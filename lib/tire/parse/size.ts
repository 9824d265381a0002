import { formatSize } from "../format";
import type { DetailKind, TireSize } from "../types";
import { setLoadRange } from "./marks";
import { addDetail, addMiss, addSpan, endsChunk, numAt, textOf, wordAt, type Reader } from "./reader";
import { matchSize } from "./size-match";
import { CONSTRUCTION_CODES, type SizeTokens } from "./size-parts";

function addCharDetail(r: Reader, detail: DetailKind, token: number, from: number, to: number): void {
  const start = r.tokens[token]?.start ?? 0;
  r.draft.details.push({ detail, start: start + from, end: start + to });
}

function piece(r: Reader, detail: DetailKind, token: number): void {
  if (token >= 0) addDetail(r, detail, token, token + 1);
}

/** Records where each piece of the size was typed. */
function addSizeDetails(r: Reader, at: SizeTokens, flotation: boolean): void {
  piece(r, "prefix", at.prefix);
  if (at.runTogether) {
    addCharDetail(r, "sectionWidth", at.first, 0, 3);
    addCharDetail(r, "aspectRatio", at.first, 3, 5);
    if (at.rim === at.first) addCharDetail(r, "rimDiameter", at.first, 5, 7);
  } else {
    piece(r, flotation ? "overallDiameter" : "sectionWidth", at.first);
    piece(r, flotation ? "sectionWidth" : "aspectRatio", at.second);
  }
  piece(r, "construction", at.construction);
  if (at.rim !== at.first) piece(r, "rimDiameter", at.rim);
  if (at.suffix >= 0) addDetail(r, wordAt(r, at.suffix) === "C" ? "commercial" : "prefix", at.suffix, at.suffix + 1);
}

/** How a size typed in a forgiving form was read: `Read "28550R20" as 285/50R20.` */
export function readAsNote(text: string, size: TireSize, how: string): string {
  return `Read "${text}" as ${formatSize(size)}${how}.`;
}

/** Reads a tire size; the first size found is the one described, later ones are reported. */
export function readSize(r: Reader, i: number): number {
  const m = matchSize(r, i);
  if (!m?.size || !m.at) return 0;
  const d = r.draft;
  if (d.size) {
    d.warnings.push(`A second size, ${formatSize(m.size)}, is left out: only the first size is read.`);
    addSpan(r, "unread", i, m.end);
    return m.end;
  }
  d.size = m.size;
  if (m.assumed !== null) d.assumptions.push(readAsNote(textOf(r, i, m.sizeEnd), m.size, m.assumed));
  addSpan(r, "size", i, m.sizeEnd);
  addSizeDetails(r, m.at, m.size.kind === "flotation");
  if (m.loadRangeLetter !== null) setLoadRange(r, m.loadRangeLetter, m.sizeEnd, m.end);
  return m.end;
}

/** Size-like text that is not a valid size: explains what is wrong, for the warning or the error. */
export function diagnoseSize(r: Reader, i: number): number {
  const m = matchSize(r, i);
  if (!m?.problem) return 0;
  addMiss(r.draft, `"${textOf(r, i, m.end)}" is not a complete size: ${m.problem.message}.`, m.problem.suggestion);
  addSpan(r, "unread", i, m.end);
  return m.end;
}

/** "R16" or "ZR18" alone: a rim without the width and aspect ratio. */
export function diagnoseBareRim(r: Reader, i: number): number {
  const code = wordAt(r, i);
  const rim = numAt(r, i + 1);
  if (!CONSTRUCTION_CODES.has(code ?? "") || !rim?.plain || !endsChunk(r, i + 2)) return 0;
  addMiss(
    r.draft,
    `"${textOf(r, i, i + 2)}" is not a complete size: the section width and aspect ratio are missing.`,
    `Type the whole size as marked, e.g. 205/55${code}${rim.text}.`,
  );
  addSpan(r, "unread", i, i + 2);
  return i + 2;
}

===

* Aim of the exercise
Type out all of the material again, word for word.

* Result for this exercise
filename lib/tire/parse/size.ts
repository 9824d265381a0002
import { formatSize } from "../format";
import type { DetailKind, TireSize } from "../types";
import { setLoadRange } from "./marks";
import { addDetail, addMiss, addSpan, endsChunk, numAt, textOf, wordAt, type Reader } from "./reader";
import { matchSize } from "./size-match";
import { CONSTRUCTION_CODES, type SizeTokens } from "./size-parts";

function addCharDetail(r: Reader, detail: DetailKind, token: number, from: number, to: number): void {
  const start = r.tokens[token]?.start ?? 0;
  r.draft.details.push({ detail, start: start + from, end: start + to });
}

function piece(r: Reader, detail: DetailKind, token: number): void {
  if (token >= 0) addDetail(r, detail, token, token + 1);
}

/** Records where each piece of the size was typed. */
function addSizeDetails(r: Reader, at: SizeTokens, flotation: boolean): void {
  piece(r, "prefix", at.prefix);
  if (at.runTogether) {
    addCharDetail(r, "sectionWidth", at.first, 0, 3);
    addCharDetail(r, "aspectRatio", at.first, 3, 5);
    if (at.rim === at.first) addCharDetail(r, "rimDiameter", at.first, 5, 7);
  } else {
    piece(r, flotation ? "overallDiameter" : "sectionWidth", at.first);
    piece(r, flotation ? "sectionWidth" : "aspectRatio", at.second);
  }
  piece(r, "construction", at.construction);
  if (at.rim !== at.first) piece(r, "rimDiameter", at.rim);
  if (at.suffix >= 0) addDetail(r, wordAt(r, at.suffix) === "C" ? "commercial" : "prefix", at.suffix, at.suffix + 1);
}

/** How a size typed in a forgiving form was read: `Read "28550R20" as 285/50R20.` */
export function readAsNote(text: string, size: TireSize, how: string): string {
  return `Read "${text}" as ${formatSize(size)}${how}.`;
}

/** Reads a tire size; the first size found is the one described, later ones are reported. */
export function readSize(r: Reader, i: number): number {
  const m = matchSize(r, i);
  if (!m?.size || !m.at) return 0;
  const d = r.draft;
  if (d.size) {
    d.warnings.push(`A second size, ${formatSize(m.size)}, is left out: only the first size is read.`);
    addSpan(r, "unread", i, m.end);
    return m.end;
  }
  d.size = m.size;
  if (m.assumed !== null) d.assumptions.push(readAsNote(textOf(r, i, m.sizeEnd), m.size, m.assumed));
  addSpan(r, "size", i, m.sizeEnd);
  addSizeDetails(r, m.at, m.size.kind === "flotation");
  if (m.loadRangeLetter !== null) setLoadRange(r, m.loadRangeLetter, m.sizeEnd, m.end);
  return m.end;
}

/** Size-like text that is not a valid size: explains what is wrong, for the warning or the error. */
export function diagnoseSize(r: Reader, i: number): number {
  const m = matchSize(r, i);
  if (!m?.problem) return 0;
  addMiss(r.draft, `"${textOf(r, i, m.end)}" is not a complete size: ${m.problem.message}.`, m.problem.suggestion);
  addSpan(r, "unread", i, m.end);
  return m.end;
}

/** "R16" or "ZR18" alone: a rim without the width and aspect ratio. */
export function diagnoseBareRim(r: Reader, i: number): number {
  const code = wordAt(r, i);
  const rim = numAt(r, i + 1);
  if (!CONSTRUCTION_CODES.has(code ?? "") || !rim?.plain || !endsChunk(r, i + 2)) return 0;
  addMiss(
    r.draft,
    `"${textOf(r, i, i + 2)}" is not a complete size: the section width and aspect ratio are missing.`,
    `Type the whole size as marked, e.g. 205/55${code}${rim.text}.`,
  );
  addSpan(r, "unread", i, i + 2);
  return i + 2;
}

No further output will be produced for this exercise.